THE RECORDS –

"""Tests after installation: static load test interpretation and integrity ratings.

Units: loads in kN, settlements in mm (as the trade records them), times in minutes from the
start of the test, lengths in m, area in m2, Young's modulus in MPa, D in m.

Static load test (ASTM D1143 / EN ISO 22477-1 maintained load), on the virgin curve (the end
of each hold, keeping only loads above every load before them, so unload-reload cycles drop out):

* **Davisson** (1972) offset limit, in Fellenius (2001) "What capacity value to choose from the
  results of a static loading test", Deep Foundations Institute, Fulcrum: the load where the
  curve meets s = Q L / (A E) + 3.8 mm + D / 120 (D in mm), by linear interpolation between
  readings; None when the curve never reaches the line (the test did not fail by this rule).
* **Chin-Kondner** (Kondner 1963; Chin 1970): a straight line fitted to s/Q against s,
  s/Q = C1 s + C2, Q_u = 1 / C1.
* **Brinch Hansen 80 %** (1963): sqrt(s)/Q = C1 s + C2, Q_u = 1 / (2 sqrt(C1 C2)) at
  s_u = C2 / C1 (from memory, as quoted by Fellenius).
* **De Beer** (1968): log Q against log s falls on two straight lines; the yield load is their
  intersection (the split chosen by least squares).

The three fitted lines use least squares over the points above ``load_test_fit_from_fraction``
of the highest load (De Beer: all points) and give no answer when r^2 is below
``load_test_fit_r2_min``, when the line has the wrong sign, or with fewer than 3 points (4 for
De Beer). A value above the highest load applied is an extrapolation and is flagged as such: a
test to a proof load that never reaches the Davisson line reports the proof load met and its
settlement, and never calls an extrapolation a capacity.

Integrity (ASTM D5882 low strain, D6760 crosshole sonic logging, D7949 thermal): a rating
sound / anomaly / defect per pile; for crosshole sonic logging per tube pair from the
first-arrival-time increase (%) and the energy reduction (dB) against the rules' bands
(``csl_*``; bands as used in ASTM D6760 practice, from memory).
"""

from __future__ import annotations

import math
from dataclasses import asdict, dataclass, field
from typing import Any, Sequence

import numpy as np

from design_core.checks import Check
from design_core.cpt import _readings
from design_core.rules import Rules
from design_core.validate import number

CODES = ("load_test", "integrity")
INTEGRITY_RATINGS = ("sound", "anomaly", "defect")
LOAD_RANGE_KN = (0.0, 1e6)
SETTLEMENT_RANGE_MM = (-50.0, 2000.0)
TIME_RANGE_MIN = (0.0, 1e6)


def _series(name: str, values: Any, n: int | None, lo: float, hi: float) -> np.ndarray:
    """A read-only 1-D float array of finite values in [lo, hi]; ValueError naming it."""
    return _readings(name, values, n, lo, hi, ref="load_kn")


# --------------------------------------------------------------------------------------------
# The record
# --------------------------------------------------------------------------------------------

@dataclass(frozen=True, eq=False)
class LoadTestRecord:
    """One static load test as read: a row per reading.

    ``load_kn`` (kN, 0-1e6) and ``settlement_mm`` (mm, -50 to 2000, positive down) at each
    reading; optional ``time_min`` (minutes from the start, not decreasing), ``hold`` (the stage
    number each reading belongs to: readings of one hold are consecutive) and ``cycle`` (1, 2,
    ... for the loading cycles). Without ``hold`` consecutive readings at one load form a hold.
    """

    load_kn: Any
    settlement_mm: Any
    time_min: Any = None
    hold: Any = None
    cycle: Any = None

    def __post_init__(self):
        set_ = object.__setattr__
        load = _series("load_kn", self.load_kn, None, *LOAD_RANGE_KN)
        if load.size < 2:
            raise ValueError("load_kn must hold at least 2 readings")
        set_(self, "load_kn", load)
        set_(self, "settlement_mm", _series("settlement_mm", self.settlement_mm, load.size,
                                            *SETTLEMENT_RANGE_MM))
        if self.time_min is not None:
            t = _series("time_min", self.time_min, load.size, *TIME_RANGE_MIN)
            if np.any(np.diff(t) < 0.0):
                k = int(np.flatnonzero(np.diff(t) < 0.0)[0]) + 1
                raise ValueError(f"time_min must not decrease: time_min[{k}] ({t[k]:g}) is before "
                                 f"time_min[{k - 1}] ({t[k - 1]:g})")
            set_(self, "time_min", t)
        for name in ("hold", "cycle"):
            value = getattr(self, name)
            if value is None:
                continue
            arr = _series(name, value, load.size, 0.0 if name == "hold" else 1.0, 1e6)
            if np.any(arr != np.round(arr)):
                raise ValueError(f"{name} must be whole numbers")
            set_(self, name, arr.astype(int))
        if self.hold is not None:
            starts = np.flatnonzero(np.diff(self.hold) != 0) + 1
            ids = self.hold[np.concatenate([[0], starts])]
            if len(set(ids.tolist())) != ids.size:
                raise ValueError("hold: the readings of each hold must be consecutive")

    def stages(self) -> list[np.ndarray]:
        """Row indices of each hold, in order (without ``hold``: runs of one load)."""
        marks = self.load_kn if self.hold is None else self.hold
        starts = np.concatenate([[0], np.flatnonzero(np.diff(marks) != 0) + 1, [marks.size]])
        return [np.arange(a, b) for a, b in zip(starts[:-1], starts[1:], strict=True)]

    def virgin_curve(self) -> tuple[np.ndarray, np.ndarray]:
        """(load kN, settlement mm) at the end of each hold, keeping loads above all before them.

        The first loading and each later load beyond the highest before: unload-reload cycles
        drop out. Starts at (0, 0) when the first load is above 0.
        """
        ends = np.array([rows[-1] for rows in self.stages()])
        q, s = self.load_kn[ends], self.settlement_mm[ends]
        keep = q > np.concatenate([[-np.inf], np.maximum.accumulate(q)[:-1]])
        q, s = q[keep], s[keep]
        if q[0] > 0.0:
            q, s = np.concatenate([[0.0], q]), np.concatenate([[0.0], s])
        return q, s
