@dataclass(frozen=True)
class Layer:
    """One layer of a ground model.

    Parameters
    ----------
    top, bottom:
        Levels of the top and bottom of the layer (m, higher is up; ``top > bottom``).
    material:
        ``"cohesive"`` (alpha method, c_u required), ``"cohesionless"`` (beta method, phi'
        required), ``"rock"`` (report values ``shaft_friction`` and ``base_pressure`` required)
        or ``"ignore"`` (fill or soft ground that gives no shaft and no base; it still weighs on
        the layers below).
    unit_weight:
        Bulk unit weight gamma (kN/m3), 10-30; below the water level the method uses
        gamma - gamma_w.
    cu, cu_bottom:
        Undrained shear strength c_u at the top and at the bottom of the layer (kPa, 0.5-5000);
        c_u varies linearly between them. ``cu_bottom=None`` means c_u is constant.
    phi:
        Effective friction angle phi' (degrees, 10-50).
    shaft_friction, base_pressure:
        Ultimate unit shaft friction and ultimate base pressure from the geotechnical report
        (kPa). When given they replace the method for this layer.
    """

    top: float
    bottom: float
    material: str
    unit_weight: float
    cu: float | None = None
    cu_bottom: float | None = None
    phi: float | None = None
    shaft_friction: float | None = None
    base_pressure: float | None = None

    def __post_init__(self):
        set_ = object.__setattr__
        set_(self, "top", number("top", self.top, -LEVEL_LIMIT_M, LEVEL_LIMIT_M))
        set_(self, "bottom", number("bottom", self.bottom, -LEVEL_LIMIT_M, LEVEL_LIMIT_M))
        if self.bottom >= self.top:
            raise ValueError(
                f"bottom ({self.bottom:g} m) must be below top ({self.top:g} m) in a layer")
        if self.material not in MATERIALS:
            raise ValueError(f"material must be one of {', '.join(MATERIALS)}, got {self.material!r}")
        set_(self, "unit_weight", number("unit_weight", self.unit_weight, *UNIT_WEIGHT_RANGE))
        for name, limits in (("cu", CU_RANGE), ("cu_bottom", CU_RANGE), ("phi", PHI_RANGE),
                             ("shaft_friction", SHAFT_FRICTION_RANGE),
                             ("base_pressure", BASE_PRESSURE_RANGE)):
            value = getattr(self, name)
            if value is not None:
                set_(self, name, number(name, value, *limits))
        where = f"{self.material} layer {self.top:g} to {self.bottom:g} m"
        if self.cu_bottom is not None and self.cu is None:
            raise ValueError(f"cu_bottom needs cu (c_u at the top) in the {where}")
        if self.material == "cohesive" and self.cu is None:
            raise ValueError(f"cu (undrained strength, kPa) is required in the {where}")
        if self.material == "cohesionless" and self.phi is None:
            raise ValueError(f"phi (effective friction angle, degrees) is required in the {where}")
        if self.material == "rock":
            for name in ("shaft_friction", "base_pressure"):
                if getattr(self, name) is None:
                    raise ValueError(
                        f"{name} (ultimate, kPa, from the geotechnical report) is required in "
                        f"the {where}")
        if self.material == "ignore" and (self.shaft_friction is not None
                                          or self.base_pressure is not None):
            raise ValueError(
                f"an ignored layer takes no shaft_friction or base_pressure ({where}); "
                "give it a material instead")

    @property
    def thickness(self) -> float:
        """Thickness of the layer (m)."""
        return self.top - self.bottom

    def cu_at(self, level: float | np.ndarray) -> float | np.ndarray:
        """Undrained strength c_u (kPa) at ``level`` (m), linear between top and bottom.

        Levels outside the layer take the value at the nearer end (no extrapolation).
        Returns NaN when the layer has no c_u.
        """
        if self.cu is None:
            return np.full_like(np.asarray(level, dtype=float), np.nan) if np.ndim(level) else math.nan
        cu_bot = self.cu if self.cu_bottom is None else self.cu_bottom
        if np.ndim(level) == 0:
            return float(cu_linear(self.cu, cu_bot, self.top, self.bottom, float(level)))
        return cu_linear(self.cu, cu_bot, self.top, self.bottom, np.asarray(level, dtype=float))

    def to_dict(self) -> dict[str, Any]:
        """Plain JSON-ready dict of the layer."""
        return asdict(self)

YOUR GOAL –
Look above for the line holding "material: str", then set down exactly that line and every line after it up to and including the line holding "(ultimate, kPa, from", with nothing else.

EXERCISE OUTPUT –
    material: str
    unit_weight: float
    cu: float | None = None
    cu_bottom: float | None = None
    phi: float | None = None
    shaft_friction: float | None = None
    base_pressure: float | None = None

    def __post_init__(self):
        set_ = object.__setattr__
        set_(self, "top", number("top", self.top, -LEVEL_LIMIT_M, LEVEL_LIMIT_M))
        set_(self, "bottom", number("bottom", self.bottom, -LEVEL_LIMIT_M, LEVEL_LIMIT_M))
        if self.bottom >= self.top:
            raise ValueError(
                f"bottom ({self.bottom:g} m) must be below top ({self.top:g} m) in a layer")
        if self.material not in MATERIALS:
            raise ValueError(f"material must be one of {', '.join(MATERIALS)}, got {self.material!r}")
        set_(self, "unit_weight", number("unit_weight", self.unit_weight, *UNIT_WEIGHT_RANGE))
        for name, limits in (("cu", CU_RANGE), ("cu_bottom", CU_RANGE), ("phi", PHI_RANGE),
                             ("shaft_friction", SHAFT_FRICTION_RANGE),
                             ("base_pressure", BASE_PRESSURE_RANGE)):
            value = getattr(self, name)
            if value is not None:
                set_(self, name, number(name, value, *limits))
        where = f"{self.material} layer {self.top:g} to {self.bottom:g} m"
        if self.cu_bottom is not None and self.cu is None:
            raise ValueError(f"cu_bottom needs cu (c_u at the top) in the {where}")
        if self.material == "cohesive" and self.cu is None:
            raise ValueError(f"cu (undrained strength, kPa) is required in the {where}")
        if self.material == "cohesionless" and self.phi is None:
            raise ValueError(f"phi (effective friction angle, degrees) is required in the {where}")
        if self.material == "rock":
            for name in ("shaft_friction", "base_pressure"):
                if getattr(self, name) is None:
                    raise ValueError(
                        f"{name} (ultimate, kPa, from the geotechnical report) is required in "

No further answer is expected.